I will really thankful to u.
Regards

Answer -
Hi Adeel,

1. A dirac delta function delta(x) has zero value everywhere, except that it has an impulse with one unit of amplitude at the origin. This unusual function has a simple definition,
delta(x) = {1, if x=0
         {0, otherwise [Note: x is a continuous variable]
but it is very tricky to define mathematically - with respect to limits and differentiability.

Translation property:
A more general definition is to shift the position of the critical value.
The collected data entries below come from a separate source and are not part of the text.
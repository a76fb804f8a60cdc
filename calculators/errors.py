"""Domain errors. Each also subclasses the built-in it refines, so plain ``except ValueError`` works."""


class RigbenchError(Exception):
    """Base of every error rigbench raises on purpose; the service maps these to RFC 9457 problems."""

    status = 400
    title = "Bad request"


class CalculationError(RigbenchError, ValueError):
    """A calculator cannot compute with these inputs (e.g. prices in several currencies, no rates)."""

    status = 422
    title = "Cannot compute"
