"""The calculator contract that built-in and third-party calculators share.

A calculator is a class with a few declarations and one method::

    class Speed(Calculator):
        name = "speed"                      # lower_snake_case, unique
        version = "1.0.0"
        summary = "Effective focal ratio and relative exposure times."
        Params = SpeedParams                # a pydantic model whose fields all have defaults
        outputs = (Output("focal_ratio", "", "Effective focal ratio N = f/D.", label="Focal ratio"), ...)
        sources = ("Author, Title, year, section",)
        cautions = ()                       # optional, shown with every result
        renamed_outputs = {}                # optional: old output name -> new, still accepted

        def compute(self, batch: RigBatch, params: SpeedParams) -> dict[str, np.ndarray]:
            ...

``compute`` receives a whole :class:`~calculators.batch.RigBatch` and returns one array per declared
output, computed with elementwise numpy operations that broadcast against the batch's columns (never a
Python loop over rigs). It may return an array of any shape that broadcasts to ``batch.shape``: an output
that depends only on the telescope stays ``(T, 1, 1, 1)`` in a sweep.
"""

from __future__ import annotations

from collections.abc import Mapping
from dataclasses import dataclass
from collections.abc import Mapping
from typing import ClassVar, Literal

import numpy as np
from pydantic import BaseModel

from calculators.batch import RigBatch
from calculators.schemas import Strict


# Name endings that spell a unit (the unit itself is shown beside the label).
_UNIT_ENDINGS = {
    "mm", "mm2", "um", "nm", "m", "m2", "kg", "g", "arcsec", "arcmin", "deg", "deg2", "c", "k", "w",
    "n", "nm", "s", "minutes", "px", "e", "kg_m2", "m2_deg2", "m2_arcsec2", "cm2", "cm2_deg2",
}


def derived_label(name: str) -> str:
    """A label from an output's name, for a third-party output that declares none:
    ``"heating_power_w"`` -> ``"Heating power"`` (a trailing unit is dropped, underscores are spaces)."""
    words = name.split("_")
    for cut in (3, 2, 1):
        if len(words) > cut and "_".join(words[-cut:]) in _UNIT_ENDINGS:
            words = words[:-cut]
            break
    text = " ".join(words)
    return text[:1].upper() + text[1:]


@dataclass(frozen=True)
class Output:
    """One declared output of a calculator.

    ``label`` is what a person reads in a table header ("Pixel scale"), shown with the unit beside
    it; built-in calculators must give one, a third-party output without one is shown with a label
    derived from its name (:func:`derived_label`). ``integer`` marks a count (shown without decimals).
    """

    name: str
    unit: str  # pint-readable unit ("mm^2", "arcsec", "kg"); "" when dimensionless
    description: str
    kind: Literal["number", "text", "boolean"] = "number"
    nullable: bool = False  # may be null (NaN) where an optional input is missing
    relative: bool = False  # depends on the baseline rig
    label: str | None = None  # short human label, e.g. "Pixel scale"; None: derived from the name
    integer: bool = False  # a count: whole numbers

    @property
    def shown_label(self) -> str:
        """The declared label, or one derived from the name."""
        return self.label if self.label else derived_label(self.name)
    # Batch columns the output cannot do without: where one is missing (NaN) for a rig, the answer
    # says so as the reason for that rig's null (see plugins.null_reasons).
    needs: tuple[str, ...] = ()


class NoParams(Strict):
    """Params model of a calculator that takes none."""


class Calculator:
    """Base class of every calculator (see the module docstring for the contract)."""

    name: ClassVar[str]
    version: ClassVar[str]
    summary: ClassVar[str]
    outputs: ClassVar[tuple[Output, ...]]
    sources: ClassVar[tuple[str, ...]]
    cautions: ClassVar[tuple[str, ...]] = ()
    #: Outputs renamed in this release, old name -> new name. Requests that name an output (an
    #: evaluation's constraints and objectives) may still use the old name for one release.
    renamed_outputs: ClassVar[Mapping[str, str]] = {}
    Params: ClassVar[type[BaseModel]] = NoParams

    def compute(self, batch: RigBatch, params: BaseModel) -> dict[str, np.ndarray]:
        raise NotImplementedError

    def null_reasons(self, batch: RigBatch, params: BaseModel) -> Mapping[str, np.ndarray]:
        """Why outputs are null, where the calculator knows better than "an input is missing".

        Returns ``{output: text array}`` broadcasting to the batch, "" where it has nothing to say
        (the answer then falls back on the output's ``needs`` and the missing inputs). Called only
        for a comparison in which some output is null. Default: nothing to add.
        """
        return {}

    def output_units(self, batch: RigBatch, params: BaseModel) -> dict[str, str]:
        """Units of the outputs for this batch; override when a unit depends on the input
        (a price is in the rigs' currency)."""
        return {o.name: o.unit for o in self.outputs}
For the dirac delta function,
delta(x-a)=1 if and only if x=a, otherwise it is zero.

2. A similar function is the "kronecker delta". This is a sampled version of the dirac delta function. i.e., it is only defined for sequences (in the discrete time domain).
delta[n-m] = {1, if n=m
         {0  if n not equals m
[Note: Here, "n" consists of the set of integers. For instance, n can be ...,-2,-1,0,1,2,3,...

3. The best way to think of the step function is to think of it as a switch. For all practical purpose, it has only two possible values. If x>a, s(x)=1. If x<a, s(x)=0.
It looks precisely like a step in a staircase.
An analogy is a transistor in an electronic circuit. If the input current exceeds a certain threshold, the device turns on. If the input is less than the threshold, it turns off.

There is more than one acceptable definition of the value at x=a. The point at x=a is sometimes inclusive, i.e., s(a) also equals 1. An alternative definition is that s(a)=0.5.

Okay, I guess you can now identify the dirac delta and step functions knowing what they look like.
I don't know what level you are at. So, I'll just briefly say a word about their applications, so you at least appreciate what they are used for. These two functions are often used as test signals to probe, measure and characterize the behavior of a complex system. The objective is to find out how a complex system responds to some stimulus and for engineers to control various processes (as wide ranging as telecommunication, automation in a chocolate manufacturing plant to the assessment of a person's loss of hearing.)

Cheers.

Answer
I don't know any good site off the top of my head.
Try typing "dirac delta" and "example" in your favorite search engine. You see, the dirac delta function has a host of formal properties. Unless your course requires you to study these in detail, a lot of the references will not be beneficial to you, because the mathematical properties are not easy to understand. I'm not sure what exactly it is that you need to know for your purpose.